● EXERCISE AIM: Please write out the data exactly, line by line.

(Stored data)
____________________

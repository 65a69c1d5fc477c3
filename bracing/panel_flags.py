"""`bracing panel`'s flags as a one-wall site (design.md §8): the quick check builds the same site
model a site file gives, and names the flag behind any validation error."""

from __future__ import annotations

from bracing.cli_args import BadInput
from bracing.model import error_message

# `bracing panel` flag -> (path in the one-panel site, how the value is stored)
PANEL_FLAGS = {
    "height": ("panels.0.height",), "width": ("panels.0.width",),
    "thickness": ("panels.0.thickness",), "unit_weight": ("materials.wall.unit_weight",),
    "face_weight": ("materials.wall.face_weight",), "opening_area": ("panels.0.opening_area",),
    "wind": ("site.basic_wind_speed",), "exposure": ("site.exposure",),
    "duration": ("panels.0.standing_time",), "period_factor": ("site.period_factor",),
    "kzt": ("site.topographic_factor",), "ground_elevation": ("site.ground_elevation",),
    "footing_width": ("panels.0.footing.width",),
    "footing_thickness": ("panels.0.footing.thickness",),
    "limit_speed": ("site.limit_speed",), "basis": ("site.design_basis",),
    "mortar_age": ("panels.0.mortar_age",),
    "sill_fastening": ("materials.wall.sill_fastening",),
}
DEFAULT_WEIGHT = {"concrete": {"unit_weight": "150 pcf"},  # ASCE 7 Table C3.1-2 (from memory)
                  "masonry": {"face_weight": "36 psf"},    # 8 in hollow CMU, HUD RSDG Table 3.2
                  "framed": {"face_weight": "6 psf"}}      # 2x4 sheathed wall, HUD RSDG Table 3.2


def panel_site(args) -> dict:
    """The one-wall site that `bracing panel` checks, built from its flags."""
    material = {"kind": args.material}
    if not (args.unit_weight or args.face_weight):
        material.update(DEFAULT_WEIGHT[args.material])
    site: dict = {
        "version": 1,
        "site": {"name": "quick check", "basic_wind_speed": args.wind},
        "materials": {"wall": material},
        "panels": [{"mark": "wall", "material": "wall"}],
    }
    for flag, (path,) in PANEL_FLAGS.items():
        value = getattr(args, flag, None)
        if value is None:
            continue
        node = site
        *parents, leaf = path.split(".")
        for key in parents:
            node = node[int(key)] if key.isdigit() else node.setdefault(key, {})
        node[leaf] = _number_or_text(value)
    if args.braces is not None:
        capacity = _number_or_text(args.brace_capacity) if args.brace_capacity else None
        brace = ({"kind": "rated", "lengths": [0.1, 1000.0], "loads": [capacity] * 2,
                  "tension_capacity": capacity}  # the one allowable load, either way
                 if capacity is not None else {"kind": "unrated"})
        site["brace_types"] = {"brace": brace}
        bracing = {"brace_type": "brace", "count": args.braces}
        for flag, key in (("insert_height", "insert_height"), ("brace_angle", "angle"),
                          ("anchor_distance", "anchor_distance")):
            value = getattr(args, flag)
            if value is not None:
                bracing[key] = _number_or_text(value)
        site["panels"][0]["bracing"] = bracing
    elif any(getattr(args, f) for f in ("insert_height", "brace_angle", "anchor_distance",
                                        "brace_capacity")):
        raise BadInput("--insert-height, --brace-angle, --anchor-distance and --brace-capacity "
                       "need --braces N")
    if args.stand_down_ratio is not None:
        site["rules"] = {"stand_down_ratio": {
            "value": _number_or_text(args.stand_down_ratio),
            "source": "set on the command line", "basis": "stand-down / working-limit speed"}}
    return site


def _number_or_text(value: str):
    try:
        return float(value)
    except ValueError:
        return value


def flag_problem(err: dict) -> str:
    """Name the command-line flag behind a validation error."""
    loc = ".".join(str(p) for p in err["loc"])
    flag = next((f for f, (path,) in PANEL_FLAGS.items() if path == loc), None)
    if flag is None and loc.startswith("rules.stand_down_ratio"):
        flag = "stand_down_ratio"
    brace_flags = {"count": "braces", "insert_height": "insert_height", "angle": "brace_angle",
                   "anchor_distance": "anchor_distance"}
    if flag is None and loc.startswith("panels.0.bracing"):
        flag = brace_flags.get(loc.rsplit(".", 1)[-1], "braces")
    if flag is None and loc.startswith("brace_types"):
        flag = "brace_capacity"
    if flag is None and loc.startswith("panels.0") and "insert_height" in err["msg"]:
        flag = "insert_height"
    name = f"--{flag.replace('_', '-')}" if flag else loc or "input"
    message = error_message(err)
    got = err.get("input")
    shown = f" (got {got!r})" if isinstance(got, (str, int, float)) else ""
    return f"{name}: {message}{shown}"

____________________

● ANSWER BELOW:
repository 65a69c1d5fc477c3
filename bracing/panel_flags.py
"""`bracing panel`'s flags as a one-wall site (design.md §8): the quick check builds the same site
model a site file gives, and names the flag behind any validation error."""

from __future__ import annotations

from bracing.cli_args import BadInput
from bracing.model import error_message

# `bracing panel` flag -> (path in the one-panel site, how the value is stored)
PANEL_FLAGS = {
    "height": ("panels.0.height",), "width": ("panels.0.width",),
    "thickness": ("panels.0.thickness",), "unit_weight": ("materials.wall.unit_weight",),
    "face_weight": ("materials.wall.face_weight",), "opening_area": ("panels.0.opening_area",),
    "wind": ("site.basic_wind_speed",), "exposure": ("site.exposure",),
    "duration": ("panels.0.standing_time",), "period_factor": ("site.period_factor",),
    "kzt": ("site.topographic_factor",), "ground_elevation": ("site.ground_elevation",),
    "footing_width": ("panels.0.footing.width",),
    "footing_thickness": ("panels.0.footing.thickness",),
    "limit_speed": ("site.limit_speed",), "basis": ("site.design_basis",),
    "mortar_age": ("panels.0.mortar_age",),
    "sill_fastening": ("materials.wall.sill_fastening",),
}
DEFAULT_WEIGHT = {"concrete": {"unit_weight": "150 pcf"},  # ASCE 7 Table C3.1-2 (from memory)
                  "masonry": {"face_weight": "36 psf"},    # 8 in hollow CMU, HUD RSDG Table 3.2
                  "framed": {"face_weight": "6 psf"}}      # 2x4 sheathed wall, HUD RSDG Table 3.2


def panel_site(args) -> dict:
    """The one-wall site that `bracing panel` checks, built from its flags."""
    material = {"kind": args.material}
    if not (args.unit_weight or args.face_weight):
        material.update(DEFAULT_WEIGHT[args.material])
    site: dict = {
        "version": 1,
        "site": {"name": "quick check", "basic_wind_speed": args.wind},
        "materials": {"wall": material},
        "panels": [{"mark": "wall", "material": "wall"}],
    }
    for flag, (path,) in PANEL_FLAGS.items():
        value = getattr(args, flag, None)
        if value is None:
            continue
        node = site
        *parents, leaf = path.split(".")
        for key in parents:
            node = node[int(key)] if key.isdigit() else node.setdefault(key, {})
        node[leaf] = _number_or_text(value)
    if args.braces is not None:
        capacity = _number_or_text(args.brace_capacity) if args.brace_capacity else None
        brace = ({"kind": "rated", "lengths": [0.1, 1000.0], "loads": [capacity] * 2,
                  "tension_capacity": capacity}  # the one allowable load, either way
                 if capacity is not None else {"kind": "unrated"})
        site["brace_types"] = {"brace": brace}
        bracing = {"brace_type": "brace", "count": args.braces}
        for flag, key in (("insert_height", "insert_height"), ("brace_angle", "angle"),
                          ("anchor_distance", "anchor_distance")):
            value = getattr(args, flag)
            if value is not None:
                bracing[key] = _number_or_text(value)
        site["panels"][0]["bracing"] = bracing
    elif any(getattr(args, f) for f in ("insert_height", "brace_angle", "anchor_distance",
                                        "brace_capacity")):
        raise BadInput("--insert-height, --brace-angle, --anchor-distance and --brace-capacity "
                       "need --braces N")
    if args.stand_down_ratio is not None:
        site["rules"] = {"stand_down_ratio": {
            "value": _number_or_text(args.stand_down_ratio),
            "source": "set on the command line", "basis": "stand-down / working-limit speed"}}
    return site


def _number_or_text(value: str):
    try:
        return float(value)
    except ValueError:
        return value


def flag_problem(err: dict) -> str:
    """Name the command-line flag behind a validation error."""
    loc = ".".join(str(p) for p in err["loc"])
    flag = next((f for f, (path,) in PANEL_FLAGS.items() if path == loc), None)
    if flag is None and loc.startswith("rules.stand_down_ratio"):
        flag = "stand_down_ratio"
    brace_flags = {"count": "braces", "insert_height": "insert_height", "angle": "brace_angle",
                   "anchor_distance": "anchor_distance"}
    if flag is None and loc.startswith("panels.0.bracing"):
        flag = brace_flags.get(loc.rsplit(".", 1)[-1], "braces")
    if flag is None and loc.startswith("brace_types"):
        flag = "brace_capacity"
    if flag is None and loc.startswith("panels.0") and "insert_height" in err["msg"]:
        flag = "insert_height"
    name = f"--{flag.replace('_', '-')}" if flag else loc or "input"
    message = error_message(err)
    got = err.get("input")
    shown = f" (got {got!r})" if isinstance(got, (str, int, float)) else ""
    return f"{name}: {message}{shown}"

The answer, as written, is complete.